== WHAT YOU HAVE TO DO ==
Below are some entries. Repeat exactly the lines from the one with "section, so a large" through the one with "export function slenderChain(ratio: number): ModelInput", and only those.

┌──

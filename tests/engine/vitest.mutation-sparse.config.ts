// The sparse kernels' own tests, for mutation testing of lib/engine/sparse (stryker.sparse.config.mjs), run by
// hand: the kernels against a dense reference (tests/engine/sparse) and the engine's own equations solved both
// ways (solver-reference). The rest of the engine suite also reaches the kernels (every analysis solves
// through them), and so do the random-frame property tests, but on a shared 2-core machine running those for
// each of the kernels' mutants would take many hours (a first try with properties and stiffness-pattern
// included tested 106 mutants in 9 minutes). A mutant this set kills, the whole suite kills too; a survivor
// here may still be killed by the rest of the suite.
import { engineMutationConfig } from "./mutation-vitest";

export default engineMutationConfig(["tests/engine/sparse/**/*.test.ts", "tests/engine/solver-reference.test.ts"]);
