/**
 * npm run bench:evaluation-pool — what running standards in worker threads (lib/evaluation/pool.ts) costs: the
 * bundle's size, a worker's cold start (new Worker → bundle loaded), the first answer of a cold pool, the round
 * trip per task for the simple beam against the same work in-process, and how fast a runaway is stopped. Builds
 * the bundle from the current sources into a temporary folder first. Run under `--conditions react-server`
 * (the npm script does) because the pool imports `server-only`.
 */
import fs from "node:fs";
import { cpus, loadavg, tmpdir } from "node:os";
import path from "node:path";
import { Worker } from "node:worker_threads";
import { createEvaluationPool } from "../lib/evaluation/pool";
import { READY_MESSAGE } from "../lib/evaluation/protocol";
import { evaluateTask } from "../lib/evaluation/tasks";
import { buildEvaluationBundle } from "./build-evaluation-bundle.mjs";
import { startingStandardFiles } from "./lib/starting-standards";

function median(values: number[]): number {
  const s = [...values].sort((a, b) => a - b);
  return s[Math.floor(s.length / 2)];
}

const ms = (value: number) => `${value.toFixed(2)} ms`;

async function timed<T>(work: () => Promise<T> | T): Promise<[T, number]> {
  const t = performance.now();
  const result = await work();
  return [result, performance.now() - t];
}

const outDir = fs.mkdtempSync(path.join(tmpdir(), "gusset-evaluation-bench-"));
try {
  const manifest = await buildEvaluationBundle({ outDir });
  const file = path.join(outDir, manifest.file);
  console.log(`${cpus().length} cores, load ${loadavg()[0].toFixed(1)}`);
  console.log(
    `bundle ${manifest.file}: ${(manifest.bytes / 1024).toFixed(0)} KiB, ${(manifest.gzipBytes / 1024).toFixed(0)} KiB gzipped`,
  );

  const starts: number[] = [];
  for (let i = 0; i < 5; i++) {
    const [worker, t] = await timed(
      () =>
        new Promise<Worker>((resolve, reject) => {
          const w = new Worker(file, { resourceLimits: { maxOldGenerationSizeMb: 256 } });
          w.once("message", (m) => (m === READY_MESSAGE ? resolve(w) : reject(new Error(String(m)))));
          w.once("error", reject);
        }),
    );
    starts.push(t);
    await worker.terminate();
  }
  console.log(`worker cold start (new Worker → bundle loaded), median of 5: ${ms(median(starts))}`);

  const beam = startingStandardFiles().find((s) => s.file === "simply-supported-beam/2.mdx")!.source;
  const pool = createEvaluationPool({ bundleDir: outDir, size: 1, timeoutMs: 60_000 });
  const [, first] = await timed(() => pool.evaluate(beam));
  console.log(`first evaluation on a cold pool (start, compile, evaluate): ${ms(first)}`);

  // Warm both sides; the source is compiled once on each (the compile cache), as a server evaluating a version repeatedly.
  for (let i = 0; i < 50; i++) {
    await pool.evaluate(beam, { L: `${5 + (i % 5)} m` });
    evaluateTask(beam, { L: `${5 + (i % 5)} m` });
  }
  const inProcess: number[] = [];
  const pooled: number[] = [];
  for (let i = 0; i < 200; i++) {
    const inputs = { L: `${5 + (i % 5)} m` };
    inProcess.push((await timed(() => evaluateTask(beam, inputs)))[1]);
    pooled.push((await timed(() => pool.evaluate(beam, inputs)))[1]);
  }
  const overhead = median(pooled) - median(inProcess);
  console.log(
    `evaluate simply-supported-beam/2 (with canonical JSON), median of 200: in-process ${ms(median(inProcess))}, ` +
      `pool ${ms(median(pooled))}, overhead ${ms(overhead)} per task`,
  );
  await pool.close();

  // A runaway that compiles: the multi-storey frame at the repetition limits under 40 more combinations.
  const frame = startingStandardFiles()
    .find((s) => s.file === "multi-storey-frame/1.mdx")!
    .source.replace(/max: 12 \}/g, "max: 1000 }")
    .replace(
      "  combinations:\n",
      '  combinations:\n    - { id: "X{k}", each: { k: "1 .. 40" }, factors: { D: "1 + k / 100", L: 1.6 } }\n',
    );
  const timeoutMs = 2_000;
  const limited = createEvaluationPool({ bundleDir: outDir, size: 1, timeoutMs, maxOldGenerationSizeMb: 2048 });
  await limited.compile(beam); // a started worker with the bundle loaded, so the time below is the timeout's alone
  for (let i = 0; i < 3; i++) {
    const [outcome, t] = await timed(() => limited.evaluate(frame, { n_bays: 49, n_storeys: 49 }));
    if (outcome.ok) throw new Error("the runaway finished");
    while (limited.stats().workers === 0 && limited.stats().lastKillMs === null) await new Promise((r) => setTimeout(r, 10));
    await new Promise((r) => setTimeout(r, 1_000)); // let the terminated thread exit
    console.log(
      `runaway ${i + 1}: ${outcome.reason} answered after ${ms(t)} (timeout ${timeoutMs} ms); ` +
        `terminate → thread exit ${ms(limited.stats().lastKillMs ?? NaN)}`,
    );
    await limited.compile(beam); // a fresh worker, loaded, for the next round
  }
  await limited.close();
} finally {
  fs.rmSync(outDir, { recursive: true, force: true });
}
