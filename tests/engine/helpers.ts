/** Small builders and checks shared by the engine tests. */
import { analyze, type AnalysisResult, type LoadInput, type ModelInput } from "@/lib/engine";

export type SupportKind = "fixed" | "pin" | "roller" | "free";

const SUPPORTS: Record<SupportKind, { ux: "fixed" | "free"; uy: "fixed" | "free"; rz: "fixed" | "free" }> = {
  fixed: { ux: "fixed", uy: "fixed", rz: "fixed" },
  pin: { ux: "fixed", uy: "fixed", rz: "free" },
  roller: { ux: "free", uy: "fixed", rz: "free" },
  free: { ux: "free", uy: "free", rz: "free" },
};

export const E = 200e9;
export const I = 8e-5;
export const A = 5e-3;

/**
 * A horizontal line of members m1, m2, … between nodes n0, n1, … with the given supports, and one load case
 * "L" holding `loads`. Pins hold x so the axial direction is never a mechanism.
 */
export function lineBeam(spans: number[], supports: SupportKind[], loads: LoadInput[]): ModelInput {
  let x = 0;
  const xs = [0, ...spans.map((s) => (x += s))];
  return {
    nodes: xs.map((xi, i) => ({ id: `n${i}`, x: xi, y: 0, support: SUPPORTS[supports[i]] })),
    members: spans.map((_, i) => ({ id: `m${i + 1}`, start: `n${i}`, end: `n${i + 1}`, E, A, I })),
    loadCases: [{ id: "L", loads }],
  };
}

export function analyzeOrThrow(model: unknown): AnalysisResult {
  const out = analyze(model);
  if (!out.ok) throw new Error(`analysis failed: ${JSON.stringify(out.errors)}`);
  return out.result;
}

/**
 * Guards every comparison: the value under test must be a finite number (not undefined, NaN or ±Infinity), and
 * the expected value and tolerance finite, so a check can never pass vacuously (|x − ∞| ≤ ∞ is true).
 */
function finiteOrThrow(actual: number | undefined, expected: number, tolerance: number): number {
  if (typeof actual !== "number" || !Number.isFinite(actual))
    throw new Error(`expected a finite number near ${expected}, got ${actual}`);
  if (!Number.isFinite(expected) || !Number.isFinite(tolerance) || tolerance < 0) {
    throw new Error(`the expected value ${expected} ± ${tolerance} is not a usable reference`);
  }
  return actual;
}

/** |actual − expected| ≤ rel·max(|expected|, scale): relative, with a floor for expected values near 0. */
export function expectClose(actual: number | undefined, expected: number, rel = 1e-9, scale = 0): void {
  const tol = rel * Math.max(Math.abs(expected), scale);
  const value = finiteOrThrow(actual, expected, tol);
  if (!(Math.abs(value - expected) <= tol)) {
    throw new Error(`expected ${value} to be within ${tol} of ${expected}`);
  }
}

/** Every number reachable from value is finite (typed arrays included). */
export function expectAllFinite(value: unknown, path = "result"): void {
  if (typeof value === "number") {
    if (!Number.isFinite(value)) throw new Error(`${path} is ${value}`);
  } else if (ArrayBuffer.isView(value)) {
    const arr = value as unknown as ArrayLike<number>;
    for (let i = 0; i < arr.length; i++) if (!Number.isFinite(arr[i])) throw new Error(`${path}[${i}] is ${arr[i]}`);
  } else if (value !== null && typeof value === "object") {
    for (const [k, v] of Object.entries(value)) expectAllFinite(v, `${path}.${k}`);
  }
}

/** Deterministic pseudo-random numbers (mulberry32), so failing seeds can be replayed. */
export function seededRandom(seed: number): () => number {
  let a = seed >>> 0;
  return () => {
    a = (a + 0x6d2b79f5) >>> 0;
    let t = a;
    t = Math.imul(t ^ (t >>> 15), t | 1);
    t ^= t + Math.imul(t ^ (t >>> 7), t | 61);
    return ((t ^ (t >>> 14)) >>> 0) / 4294967296;
  };
}

/** |actual − expected| ≤ tolerance, for checks whose natural scale is not the expected value itself. */
export function expectNear(actual: number | undefined, expected: number, tolerance: number): void {
  const value = finiteOrThrow(actual, expected, tolerance);
  if (!(Math.abs(value - expected) <= tolerance)) {
    throw new Error(`expected ${value} to be within ${tolerance} of ${expected}`);
  }
}

/**
 * fast-check's run count for a property. `npm run mutation:engine` sets GUSSET_MUTATION and runs a quarter
 * of them (with a fixed seed, tests/engine/mutation-setup.ts), so one mutant costs seconds, not minutes;
 * `npm test` runs them all.
 */
export function runs(numRuns: number): { numRuns: number } {
  return { numRuns: process.env.GUSSET_MUTATION ? Math.max(4, Math.ceil(numRuns / 4)) : numRuns };
}

/**
 * A 20-member cantilever zig-zagging along x, fixed at n0 and loaded at its tip in load case A; its members
 * are `ratio` times stiffer axially and `ratio` times softer in bending than the usual section, so a large
 * ratio makes its equations ill-conditioned. Round-off leaves a residual that is not zero even at ratio 1.
 */
export function slenderChain(ratio: number): ModelInput {
  const nodes: NonNullable<ModelInput["nodes"]> = [{ id: "n0", x: 0, y: 0, support: { ux: "fixed", uy: "fixed", rz: "fixed" } }];
  const members: NonNullable<ModelInput["members"]> = [];
  for (let i = 1; i <= 20; i++) {
    nodes.push({ id: `n${i}`, x: i * 0.5, y: (i % 3) * 0.1 });
    members.push({ id: `m${i}`, start: `n${i - 1}`, end: `n${i}`, E: 200e9, A: A * ratio, I: I / ratio });
  }
  return { nodes, members, loadCases: [{ id: "A", loads: [{ kind: "nodal", node: "n20", fx: 1e3, fy: -5e3, mz: 0 }] }] };
}
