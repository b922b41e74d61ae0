// The route handlers scripts/serve.mjs answers itself, without Next's router: the same handler functions Next serves
// (imported from app/), bundled by scripts/build-direct-routes.mjs into .next/direct-routes.mjs. Only a hot path
// belongs here: Next's own work for a request (routing, its request and response objects, its streams) costs about
// as much CPU as storing a run does, and POST /api/runs is the write every engineer makes all day.
//
// What Next would add to such an answer, the direct path adds too: the security headers of next.config.ts. A request
// this path cannot answer exactly as Next would (a session better-auth must refresh, which sets a cookie through Next)
// is handed to Next untouched (HandToNext).
import { POST as postRun } from "../app/api/runs/route";
import { answerLiveSessionsOnly, HandToNext } from "../lib/auth/session";
import { DEFAULT_MESSAGES } from "../lib/domain/errors";
import { securityHeaders } from "../lib/domain/security-headers";

type RouteHandler = (request: Request, context: { params: Promise<Record<string, string>> }) => Promise<Response>;

answerLiveSessionsOnly();

/** By "METHOD /path": the exact paths served here (no dynamic segments, so no params). */
export const routes: Readonly<Record<string, RouteHandler>> = { "POST /api/runs": postRun };

/** The headers next.config.ts adds to every answer, as the build fixed them. */
export const answerHeaders: Readonly<Record<string, string>> = securityHeaders({});

/** What a route's unexpected failure answers (the API's "internal" message). */
export const internalMessage = DEFAULT_MESSAGES.internal;

export { HandToNext };
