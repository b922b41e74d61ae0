// `npm test`: the same set-up as `npm start` against a fresh `gusset_test` database and the test ports,
// then `vitest run` (unit, integration, browser) with extra arguments passed through. Stops what it
// started and exits with vitest's code.
//   npm test                        everything
//   npm test -- tests/engine        a subset; when every path given is under tests/unit or tests/engine
//   npm test -- --project unit      (or only unit projects are named) no services are started
import { spawn } from "node:child_process";
import fs from "node:fs";
import os from "node:os";
import path from "node:path";
import { authSecret, childEnv, gussetEnv, repoRoot } from "./lib/env.mjs";
import { ensureBuild } from "./lib/build.mjs";
import { migrate, seed } from "./lib/database.mjs";
import { ensureFakeS3, ensureFakeSmtp } from "./lib/fakes.mjs";
import { CHROMIUM_PACKAGE, POSTGRES_PACKAGE, ensureDebianPackages, ensureNodeModules } from "./lib/install.mjs";
import { createLifecycle, profileSetup } from "./lib/lifecycle.mjs";
import { ensurePostgres, recreateDatabase } from "./lib/postgres.mjs";
import { say } from "./lib/processes.mjs";
import { checkServerPort, startServer, stopServerByPid } from "./lib/server.mjs";

const vitestArgs = process.argv.slice(2);
const { timer, registry, shutdown, main } = createLifecycle({ signalExitCode: 130 });

/** True when the arguments ask only for unit tests, which need no database, fakes or server. */
function onlyUnitTests(args) {
  const projects = [];
  const paths = [];
  for (let i = 0; i < args.length; i++) {
    const arg = args[i];
    if (arg === "--project") projects.push(args[++i]);
    else if (arg.startsWith("--project=")) projects.push(arg.slice("--project=".length));
    else if (!arg.startsWith("-")) paths.push(arg);
  }
  if (projects.length > 0 && projects.every((p) => p === "unit")) return true;
  return paths.length > 0 && paths.every((p) => /^(\.\/)?tests\/(unit|engine)(\/|$)/.test(p));
}

async function prepareServices(env) {
  const { ports, layout, database } = profileSetup("test");
  await timer.phase("system packages", () => ensureDebianPackages([POSTGRES_PACKAGE, CHROMIUM_PACKAGE]));
  await timer.phase("postgres", async () => {
    const postgres = await ensurePostgres({ layout, port: ports.postgres, fast: true });
    if (postgres.started) registry.add("PostgreSQL", postgres.stop);
    recreateDatabase(ports.postgres, database);
  });
  await timer.phase("migrate", () => migrate(env));
  await timer.phase("seed", () => seed(env));
  await timer.phase("fakes", async () => {
    await ensureFakeSmtp({ ports, layout, profile: "test", registry });
    await ensureFakeS3({ ports, layout, profile: "test", registry, bucket: env.S3_BUCKET });
  });
  await timer.phase("build", () => ensureBuild({ env, layout }));
  await timer.phase("server", async () => {
    const stale = await checkServerPort(layout, ports.app);
    if (stale !== null) {
      say(`stopping a test server left by an earlier run (pid ${stale})`);
      await stopServerByPid(stale);
    }
    await startServer({ env, layout, port: ports.app, profile: "test", registry });
  });
}

/** Runs vitest; resolves its exit code. Adds a JSON report so we can print one closing count line. */
function runVitest(env, reportFile) {
  const ownReporter = vitestArgs.some((a) => a.startsWith("--reporter") || a.startsWith("--outputFile"));
  const reportArgs = ownReporter ? [] : ["--reporter=default", "--reporter=json", `--outputFile.json=${reportFile}`];
  const vitest = path.join(repoRoot, "node_modules", ".bin", "vitest");
  return new Promise((resolve) => {
    const child = spawn(vitest, ["run", ...reportArgs, ...vitestArgs], { cwd: repoRoot, env, stdio: "inherit" });
    child.on("exit", (code, signal) => resolve(code ?? (signal ? 1 : 0)));
  });
}

/** The closing count line, last so CI reads it; null when vitest wrote no report. */
function countsLine(reportFile) {
  if (!fs.existsSync(reportFile)) return null;
  const report = JSON.parse(fs.readFileSync(reportFile, "utf8"));
  fs.rmSync(reportFile, { force: true });
  const failedFiles = (report.testResults ?? []).filter((f) => f.status === "failed" && f.assertionResults?.length === 0);
  for (const file of failedFiles) say(`${path.relative(repoRoot, file.name)} failed before running its tests: ${file.message ?? ""}`);
  const skipped = (report.numPendingTests ?? 0) + (report.numTodoTests ?? 0);
  return `vitest: ${report.numPassedTests} passed, ${report.numFailedTests} failed, ${skipped} skipped`;
}

await main(async () => {
  await timer.phase("npm dependencies", ensureNodeModules);
  const env = childEnv(gussetEnv("test", { secret: authSecret().secret }));
  if (onlyUnitTests(vitestArgs)) say("only unit tests asked for: no database, fakes or server started");
  else await prepareServices(env);

  const reportFile = path.join(os.tmpdir(), `gusset-vitest-${process.pid}.json`);
  const code = await timer.phase("vitest", () => runVitest(env, reportFile));
  const counts = countsLine(reportFile);
  await registry.stopAll();
  say(timer.summary());
  if (counts) console.log(counts);
  await shutdown(code);
});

└──

== RESPONSE AREA ==
 * are `ratio` times stiffer axially and `ratio` times softer in bending than the usual section, so a large
 * ratio makes its equations ill-conditioned. Round-off leaves a residual that is not zero even at ratio 1.
 */
export function slenderChain(ratio: number): ModelInput {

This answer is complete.